HOW TO COMPLETE THIS TASK
Identify each line below that contains the word "direction", and copy it out.

THE DATA
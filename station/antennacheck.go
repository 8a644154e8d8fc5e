package station

import (
	"errors"
	"fmt"
	"math"

	"slantwise/orbit/unit"
)

// Validate returns every fault of the antenna at once, nil when it can be used.
func (a *Antenna) Validate() error {
	var c checker
	c.within("diameter", a.Diameter.Metres(), 0, 1000, "m")
	c.within("efficiency", a.Efficiency, 0, 1, "")
	c.within("surface error", a.SurfaceRMS.Metres()*1000, 0, 1000, "mm")
	c.less("blockage fraction", a.BlockageFraction, 0, 1, "")
	c.within("beamwidth factor", a.BeamwidthFactor.Degrees(), 0, 360, "deg")
	c.within("beamwidth", a.Beamwidth.Degrees(), 0, 360, "deg")
	c.within("pointing error", a.PointingRMS.Degrees(), 0, 180, "deg")
	c.within("boresight elevation", a.Boresight.Elevation.Degrees(), -90, 90, "deg")
	c.within("boresight azimuth", a.Boresight.Azimuth.Degrees(), -360, 360, "deg")
	c.within("feed loss", float64(a.FeedLoss), 0, 100, "dB")
	for _, l := range a.ExtraLosses {
		c.within(fmt.Sprintf("extra loss %q", l.Name), float64(l.Loss), 0, 1000, "dB")
	}
	c.bands("band", a.Bands)
	if a.Transmit != nil {
		c.add(a.Transmit.Validate())
	}
	a.checkGain(&c)
	a.checkNoise(&c)
	if a.Polarization != nil {
		a.Polarization.check(&c)
	}
	if a.Mount != nil {
		c.faults = append(c.faults, a.Mount.Validate())
	}
	return c.joined()
}

func (a *Antenna) checkGain(c *checker) {
	switch {
	case a.Kind == Dish && a.Gain == nil && a.GOverT == nil && !a.hasAperture():
		c.say("a dish needs diameter and efficiency, or its gain as measured")
	case a.Kind != Dish && a.Gain == nil && a.GOverT == nil:
		c.say("a %s antenna needs its gain as measured", a.Kind)
	}
	_, known := a.BeamwidthAt(unit.Gigahertz)
	if !known && (a.PointingRMS > 0 || a.Kind == Fixed) {
		c.say("the pointing loss needs the beamwidth as measured or the diameter")
	}
}

func (a *Antenna) checkNoise(c *checker) {
	n := a.Noise
	switch {
	case a.GOverT != nil && n != nil && (n.AntennaTemperature != nil || len(n.Chain) > 0 || n.SystemTemperature != nil):
		c.say("a measured G/T stands beside a noise description; give one of the two (the physical temperature may stand beside G/T)")
	case a.GOverT == nil && n == nil:
		c.say("the noise is not known; give noise, or G/T as measured")
	}
	if n == nil {
		return
	}
	if p := n.PhysicalTemperature.Kelvins(); n.PhysicalTemperature != 0 {
		c.above("physical temperature", p, 0, 1000, "K")
	}
	switch {
	case a.GOverT != nil:
	case n.SystemTemperature != nil:
		if n.AntennaTemperature != nil || len(n.Chain) > 0 {
			c.say("a measured system noise temperature stands beside antenna temperature and receiver chain; give one of the two")
		}
		if least, _ := n.SystemTemperature.bounds(); !(least > 0) {
			c.above("system noise temperature", least, 0, 1e6, "K")
		}
	case n.AntennaTemperature == nil && n.SpillOver == nil:
		c.say("the noise lacks the antenna temperature")
	case n.AntennaTemperature != nil && n.SpillOver != nil:
		c.say("an antenna temperature stands beside a spill-over; give one of the two")
	case len(n.Chain) == 0:
		c.say("the noise lacks the receiver chain; give at least the first amplifier")
	case n.SpillOver != nil:
		least, greatest := n.SpillOver.bounds()
		c.within("spill-over", least, 0, 1, "")
		c.within("spill-over", greatest, 0, 1, "")
		c.within("ground temperature", n.GroundTemperature.Kelvins(), 0, 1000, "K")
	default:
		least, greatest := n.AntennaTemperature.bounds()
		c.within("antenna temperature", least, 0, 1e6, "K")
		c.within("antenna temperature", greatest, 0, 1e6, "K")
	}
	for i, s := range n.Chain {
		s.check(c, i)
	}
}

func (s Stage) check(c *checker, i int) {
	name := fmt.Sprintf("stage %d (%s)", i+1, s.Name)
	c.within(name+": gain", float64(s.Gain), -200, 200, "dB")
	switch {
	case s.NoiseTemperature != nil && s.NoiseFigure != nil:
		c.say("%s: both noise temperature and noise figure are given; give one", name)
	case s.NoiseTemperature != nil:
		c.within(name+": noise temperature", s.NoiseTemperature.Kelvins(), 0, 1e7, "K")
	case s.NoiseFigure != nil:
		c.within(name+": noise figure", float64(*s.NoiseFigure), 0, 100, "dB")
	case !(s.Gain <= 0):
		c.say("%s: a stage with gain needs its noise temperature or noise figure", name)
	}
}

// Check returns every fault of the polarisation.
func (a *Polarization) Check() error {
	var c checker
	a.check(&c)
	return c.joined()
}

func (a *Polarization) check(c *checker) {
	if a.AxialRatio != nil {
		c.within("axial ratio", float64(*a.AxialRatio), 0, 100, "dB")
	}
	if a.Tilt != nil {
		c.within("polarisation tilt", a.Tilt.Degrees(), -360, 360, "deg")
	}
}

// checker gathers faults.
type checker struct{ faults []error }

func (c *checker) say(format string, args ...any) {
	c.faults = append(c.faults, fmt.Errorf(format, args...))
}

// add takes an error, or each of those joined in it.
func (c *checker) add(err error) {
	if joined, ok := err.(interface{ Unwrap() []error }); ok {
		c.faults = append(c.faults, joined.Unwrap()...)
	} else if err != nil {
		c.faults = append(c.faults, err)
	}
}

func (c *checker) bands(what string, list []Band) {
	for i, b := range list {
		if !(b.Low > 0 && b.High >= b.Low && !math.IsInf(float64(b.High), 1)) {
			c.say("%s %d: %g to %g MHz is not a band; give its lower end, above 0, then its upper end", what, i+1, b.Low.Megahertz(), b.High.Megahertz())
		}
	}
}

func (c *checker) within(what string, v, low, high float64, u string) {
	if !(v >= low && v <= high) {
		c.outside(what, v, u, fmt.Sprintf("%g to %g", low, high))
	}
}

func (c *checker) less(what string, v, low, high float64, u string) {
	if !(v >= low && v < high) {
		c.outside(what, v, u, fmt.Sprintf("%g or greater and less than %g", low, high))
	}
}

func (c *checker) above(what string, v, low, high float64, u string) {
	if !(v > low && v <= high) {
		c.outside(what, v, u, fmt.Sprintf("greater than %g and at most %g", low, high))
	}
}

func (c *checker) outside(what string, v float64, u, allowed string) {
	if u != "" {
		allowed += " " + u
	}
	c.faults = append(c.faults, &unit.RangeError{Quantity: what, Value: v, Unit: u, Allowed: allowed})
}

func (c *checker) joined() error { return errors.Join(c.faults...) }
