package station

import (
	"math"
	"testing"

	"slantwise/orbit"
	"slantwise/orbit/unit"
)

// overhead is a spacecraft 500 km over a site on the equator, flying north on a
// circular orbit.
func overhead(t *testing.T) (Frame, orbit.State) {
	t.Helper()
	site := Site{Name: "equator"}
	r := 6378137.0 + 500e3
	return site.Frame(), orbit.State{Position: orbit.Vec3{X: r}, Velocity: orbit.Vec3{Y: -7.292115e-5 * r, Z: math.Sqrt(earthGravity / r)}}
}

// Closed form: 3 km at right angles to a sight of 500 km are atan(3/500) = 0.3438 deg,
// and twice that over the sum of squares of two axes.
func TestLookSpreadOverhead(t *testing.T) {
	f, state := overhead(t)
	l := f.LookSpread(state, orbit.Spread{Along: 3 * unit.Kilometre})
	for _, c := range []struct {
		name      string
		got, want float64
	}{
		{"along, deg", l.Along.Degrees() * math.Cos(math.Atan2(7.292115e-5*6878137, 7613)), 0.34378},
		{"total, deg", l.Total().Degrees(), 0.34378},
		{"major, deg", l.Major.Degrees(), 0.34378},
		{"minor, deg", l.Minor.Degrees(), 0},
	} {
		// The apparent motion is not quite the orbit's: the Earth turns 0.5 km/s eastward. The
		// total does not depend on it.
		tolerance := 1e-4
		if c.name == "along, deg" {
			tolerance = 2e-3
		}
		if math.Abs(c.got-c.want) > tolerance {
			t.Errorf("%s: got %.5f, want %.5f, tolerance %g", c.name, c.got, c.want, tolerance)
		}
	}
	if l.Range > 1e-6 {
		t.Errorf("range: got %v m, want 0: overhead the sight is at right angles to the track", l.Range)
	}
	// Radially: all in the range, nothing in the direction.
	l = f.LookSpread(state, orbit.Spread{Radial: 1 * unit.Kilometre})
	if math.Abs(l.Range.Metres()-1000) > 1e-6 || l.Total() > 1e-12 {
		t.Errorf("radially: got %v m in range and %v rad in direction, want 1000 m and 0", l.Range.Metres(), l.Total())
	}
	// A published beam: 3.7 m at 8.2 GHz is 0.7 deg wide; one standard deviation of 3 km
	// takes it to half its width.
	w := DishBeamwidth(3.7, 8.2*unit.Gigahertz, DefaultBeamwidthFactor)
	if math.Abs(w.Degrees()-0.7) > 0.01 {
		t.Errorf("beamwidth of 3.7 m at 8.2 GHz: got %.4f deg, want 0.7 deg", w.Degrees())
	}
}

// Doppler of a spacecraft off along the track, closed form: overhead the range rate
// passes 0 and changes by ρ̈ = (v² - g ρ ...)/ρ; here by central differences of the same
// circular orbit flown earlier and later over an Earth that does not turn back.
func TestRangeRateSpreadAlong(t *testing.T) {
	f, _ := overhead(t)
	r := 6378137.0 + 500e3
	n := math.Sqrt(earthGravity / (r * r * r))
	const spin = 7.292115e-5
	at := func(phase, lead float64) orbit.State {
		// An orbit inclined by 50 deg; the Earth has turned by spin times the time.
		u := phase + lead
		sinI, cosI := math.Sincos(50 * math.Pi / 180)
		sin, cos := math.Sincos(u)
		p := orbit.Vec3{X: r * cos, Y: r * sin * cosI, Z: r * sin * sinI}
		v := orbit.Vec3{X: -n * r * sin, Y: n * r * cos * cosI, Z: n * r * cos * sinI}
		s, c := math.Sincos(spin * phase / n)
		turn := func(a orbit.Vec3) orbit.Vec3 { return orbit.Vec3{X: c*a.X + s*a.Y, Y: c*a.Y - s*a.X, Z: a.Z} }
		q := turn(p)
		return orbit.State{Position: q, Velocity: turn(v).Sub(orbit.Vec3{Z: spin}.Cross(q))}
	}
	for _, phase := range []float64{-0.25, -0.05, 0.01, 0.12, 0.3} {
		const off = 100.0 // m
		before, after := f.Look(at(phase, -off/r)), f.Look(at(phase, off/r))
		want := math.Abs(float64(after.RangeRate-before.RangeRate)) / 2
		got := float64(f.LookSpread(at(phase, 0), orbit.Spread{Along: off}).RangeRate)
		if math.Abs(got-want) > 1e-4*want {
			t.Errorf("phase %g rad: got %.6f m/s, want %.6f m/s", phase, got, want)
		}
	}
}

// The distribution of Rayleigh where both axes are alike, and that of one normal
// number where the other is 0: tables of the standard normal distribution give 1.95996
// at 95 % two-sided. Between them against draws on a fine grid of angles.
func TestErrorQuantile(t *testing.T) {
	for _, p := range []float64{0.5, 0.95, 0.99} {
		q, err := NewErrorQuantile(p)
		if err != nil {
			t.Fatal(err)
		}
		if got, want := q.Of(1, 1).Radians(), math.Sqrt(-2*math.Log(1-p)); math.Abs(got-want) > 1e-6 {
			t.Errorf("%g, alike: got %.7f, want %.7f", p, got, want)
		}
		if got, want := q.Of(0, 1).Radians(), math.Sqrt2*math.Erfinv(p); math.Abs(got-want) > 1e-6 {
			t.Errorf("%g, one axis: got %.7f, want %.7f", p, got, want)
		}
		for _, minor := range []float64{0.03, 0.1, 0.37, 0.8} {
			// In polar form the radius leaves: 1 - P = mean over the angle of
			// exp(-r²/2 g)/(g σ1 σ2), g = cos²/σ1² + sin²/σ2².
			r := q.Of(1, unit.Angle(minor)).Radians()
			beyond := 0.0
			const n = 200000
			for i := range n {
				s, c := math.Sincos(2 * math.Pi * (float64(i) + 0.5) / n)
				g := c*c + s*s/(minor*minor)
				beyond += math.Exp(-r*r/2*g) / (g * minor) / n
			}
			if math.Abs(1-beyond-p) > 5e-4*(1-p)+2e-5 {
				t.Errorf("%g, minor %g: %.6f of the errors stay below the quantile", p, minor, 1-beyond)
			}
		}
	}
	if _, err := NewErrorQuantile(1); err == nil {
		t.Error("a probability of 1 was taken")
	}
}

func BenchmarkLookSpread(b *testing.B) {
	site := Site{Name: "equator"}
	f := site.Frame()
	state := orbit.State{Position: orbit.Vec3{X: 6.878e6, Y: 4e5, Z: 3e5}, Velocity: orbit.Vec3{Y: 100, Z: 7600}}
	spread := orbit.Spread{Radial: 300, Along: 2000, Across: 400}
	b.ReportAllocs()
	for b.Loop() {
		_ = f.LookSpread(state, spread)
	}
}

RESULT OF THIS TASK
	// Radially: all in the range, nothing in the direction.
		t.Errorf("radially: got %v m in range and %v rad in direction, want 1000 m and 0", l.Range.Metres(), l.Total())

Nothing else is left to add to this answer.